Rocket is seeking a Senior Manager, Regulatory Affairs to support the success of our gene therapy programs across LV and AAV platforms in the EU. S/he will manage regulatory activities related to CTA and MAA submissions, health authority interactions, and implementation of global regulatory strategies .

• Ensures alignment of EU activities with the overarching global regulatory strategy in support of the development, registration, and life-cycle management of Rocket’s products.
• Responsible for leading high-quality CTA submissions and CT life-cycle management in coordination with a cross-functional team (CTIS/MHRA).
• Assists with development and submission of key regulatory documents/briefing documents (e.g., CHMP Scientific Advice, PIPs, ODD, PRIME), working closely with cross functional colleagues and external consultants as required and life-cycle management activities (OD annual report, DSUR submissions, etc).
• Supports preparation of MAA regulatory documents and supports related processes and strategy to ensure timely product approvals.
• Leads question/response and interactions with European regulatory agencies (e.g., EMA, MHRA). Ensures regulatory compliance and timely implementation of health authority advice/commitment based on maintenance of all Health Authorities interactions/ feedback.
• Takes ownership and responsibility for regulatory projects, working collaboratively with stakeholders internally and externally.
• Monitors emerging legislation and guidance in the EU and contribute to ensuring company-level awareness and compliance (where appropriate).

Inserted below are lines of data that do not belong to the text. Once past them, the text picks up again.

"""Degrees of freedom: published forms against exact integrals, check values, and each other."""

from __future__ import annotations

import math

import numpy as np
import pytest
from scipy.integrate import quad

from scanfit.likelihoods.relic_abundance.degrees_of_freedom import (
    EQUATIONS_OF_STATE,
    FIT_FUNCTIONS,
    SOURCES,
    fit_function,
    g_star_sqrt,
    interpolate,
    solver_table,
)

DEFAULT = "arxiv-1803.01038"


def exact_fraction(y: float, *, fermion: bool, entropy: bool) -> float:
    """Energy or entropy density of a species of mass y T over its massless value: Fermi or Bose integral."""
    sign = 1.0 if fermion else -1.0

    def density(mass: float) -> float:
        def integrand(p: float) -> float:
            energy = math.hypot(p, mass)
            weight = energy + p * p / (3.0 * energy) if entropy else energy
            return p * p * weight / (math.exp(energy) + sign)

        return quad(integrand, 1e-12, 60.0 + mass, epsrel=1e-10, limit=200)[0]

    return density(y) / density(0.0)


@pytest.mark.parametrize("name", FIT_FUNCTIONS)
@pytest.mark.parametrize("y", [0.1, 0.5, 1.0, 2.0, 3.5, 5.0])
def test_fit_functions_against_exact_integrals(name: str, y: float) -> None:
    """A wrong digit in arXiv:1803.01038, appendix C, as transcribed here, would show."""
    exact = exact_fraction(y, fermion="fermion" in name, entropy="entropy" in name)
    assert float(fit_function(name, np.array(y))) == pytest.approx(exact, abs=1.2e-3)


@pytest.mark.parametrize("name", FIT_FUNCTIONS)
def test_fit_functions_in_the_tail(name: str) -> None:
    exact = exact_fraction(8.0, fermion="fermion" in name, entropy="entropy" in name)
    assert float(fit_function(name, np.array(8.0))) == pytest.approx(exact, rel=0.025)


@pytest.mark.parametrize(
    ("temperature", "g_rho", "g_s"),
    [
        (1e-5, 3.383, 3.931), (1e-4, 4.318, 4.798), (1e-3, 10.545, 10.548), (0.01, 10.743, 10.742),
        (0.1, 17.747, 17.328), (0.2, 39.942, 37.459), (1.0, 69.744, 68.772), (5.0, 79.947, 79.710),
        (50.0, 92.979, 92.114), (100.0, 101.320, 100.694), (1000.0, 104.178, 104.143),
    ],
)  # fmt: skip
def test_default_source_at_check_values(temperature: float, g_rho: float, g_s: float) -> None:
    """arXiv:1803.01038, appendix C, programmed independently."""
    g = SOURCES[DEFAULT]
    assert float(g.g_rho(np.array(temperature))) == pytest.approx(g_rho, abs=6e-4)
    assert float(g.g_s(np.array(temperature))) == pytest.approx(g_s, abs=6e-4)


def test_branches_of_the_default_source_meet() -> None:
    below, above = np.array(0.12 * (1 - 1e-9)), np.array(0.12)
    assert abs(float(SOURCES[DEFAULT].g_rho(above) - SOURCES[DEFAULT].g_rho(below))) < 0.008
    assert abs(float(SOURCES[DEFAULT].g_s(above) - SOURCES[DEFAULT].g_s(below))) < 0.008


@pytest.mark.parametrize("source", EQUATIONS_OF_STATE)
def test_ideal_gas_limits(source: str) -> None:
    """Photons, electrons, muons and three neutrinos at 10 MeV, 10.76; the whole Standard Model when hot, 106.75."""
    g = SOURCES[source]
    assert float(g.g_rho(np.array(0.01))) == pytest.approx(10.76, rel=0.01)
    hot = min(1e4, g.highest)
    assert 103.0 < float(g.g_rho(np.array(hot))) < 106.9
    assert 103.0 < float(g.g_s(np.array(hot))) < 106.9


@pytest.mark.parametrize("source", ["arxiv-1803.01038", "arxiv-0910.1066"])
def test_today(source: str) -> None:
    """g_s today is 3.91 for three instantly decoupled neutrinos and 3.94 with their heating."""
    assert float(SOURCES[source].g_s(np.array(1e-6))) == pytest.approx(3.92, rel=0.01)


def test_table_rows_of_the_spline_source() -> None:
    """Three rows of arXiv:1606.07494, table S2 (transcribed): g_rho and g_rho/g_s at log10(T/MeV)."""
    g = SOURCES["arxiv-1606.07494"]
    for log_t, g_rho, ratio in ((1.6, 13.68, 1.02159), (2.4, 47.83, 1.06118), (5.0, 102.17, 1.00750)):
        temperature = np.array(1e-3 * 10.0**log_t)
        assert float(g.g_rho(temperature)) == pytest.approx(g_rho, rel=1e-9)
        assert float(g.g_rho(temperature) / g.g_s(temperature)) == pytest.approx(ratio, rel=1e-9)


def test_spread_between_sources() -> None:
    """Known differences: 5 % at 1 to 2 GeV, 3 % at 10 GeV; the oldest source 4 to 13 % above at 0.5 to 50 GeV."""
    temperature = np.array([1.5, 10.0])
    table = SOURCES["arxiv-1606.07494"].g_rho(temperature) / SOURCES[DEFAULT].g_rho(temperature) - 1.0
    np.testing.assert_allclose(np.abs(table), [0.05, 0.03], atol=0.015)
    temperature = np.geomspace(0.5, 50.0, 30)
    old = SOURCES["arxiv-0910.1066"].g_rho(temperature) / SOURCES[DEFAULT].g_rho(temperature) - 1.0
    assert old.min() > 0.02
    assert old.max() < 0.15


@pytest.mark.parametrize("source", EQUATIONS_OF_STATE)
def test_solver_table_interpolates(source: str) -> None:
    log_t = np.random.default_rng(7).uniform(math.log(1e-6), math.log(9e5), 4000)
    table = solver_table(source)
    own = np.array([interpolate(table, value) for value in log_t.tolist()])
    exact = np.column_stack([SOURCES[source].g_s(np.exp(log_t)), g_star_sqrt(np.exp(log_t), source)])
    away = np.ones(len(log_t), dtype=bool)
    for edge in SOURCES[source].edges:
        away &= np.abs(log_t - math.log(edge)) > 0.025
    # A cubic spline bends at its knots.
    np.testing.assert_allclose(own[away], exact[away], rtol=3e-5 if source == "arxiv-1606.07494" else 1e-5)
    # Within a cell of an edge the table rounds off a published jump.
    np.testing.assert_allclose(own, exact, rtol=0.02)


def test_slope_term() -> None:
    """g*^(1/2) holds d ln g_s/d ln T: at the QCD transition it exceeds g_s/sqrt(g_rho) by more than half."""
    temperature = np.array([0.16, 2e3])
    g = SOURCES[DEFAULT]
    bare = g.g_s(temperature) / np.sqrt(g.g_rho(temperature))
    ratio = g_star_sqrt(temperature, DEFAULT) / bare
    assert ratio[0] > 1.5
    assert ratio[1] == pytest.approx(1.0, abs=0.01)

• Minimum BS Degree with 6+ years pharmaceutical industry experience with 3+ years in regulatory – prefer knowledge of biotechnology / gene therapy products.
• Experience in European Regulatory procedures and agency interactions.
• Proficient in the use of submission and health authority interaction tools (CTIS, IRIS, eGateway, Eudralink…).
• Experience in interfacing and responding to relevant global regulatory authorities.
• In-depth knowledge of European guidelines including the CTR and EU Centralized Procedure; Practical understanding, interpretation, and application of relevant ICH and EMA guidelines
• Thrive in a fast‐paced environment combining strategic and tactical capabilities.
• Excellent written and verbal communication skills, analytic and problem-solving skills; able to analyze, define and effectively convey difficult and complex issues in a way that accurately and persuasively communicates issues to internal and external stakeholders.
• Ability to think creatively and develop creative solutions.
• Ability to prioritize and handle multiple projects simultaneously.
• Sense of urgency and perseverance to achieve bringing curative therapies to patients.

A diverse workforce fosters innovation and strengthens Rocket’s business. We ensure equal opportunity without discrimination or harassment in the workplace on the basis of gender, race, color, religion, national origin, age, physical or mental disability, pregnancy, citizenship, status as a protected veteran, marital status, sexual orientation, gender identity and expression, genetic information, or any other characteristic protected by applicable local, state, and federal laws.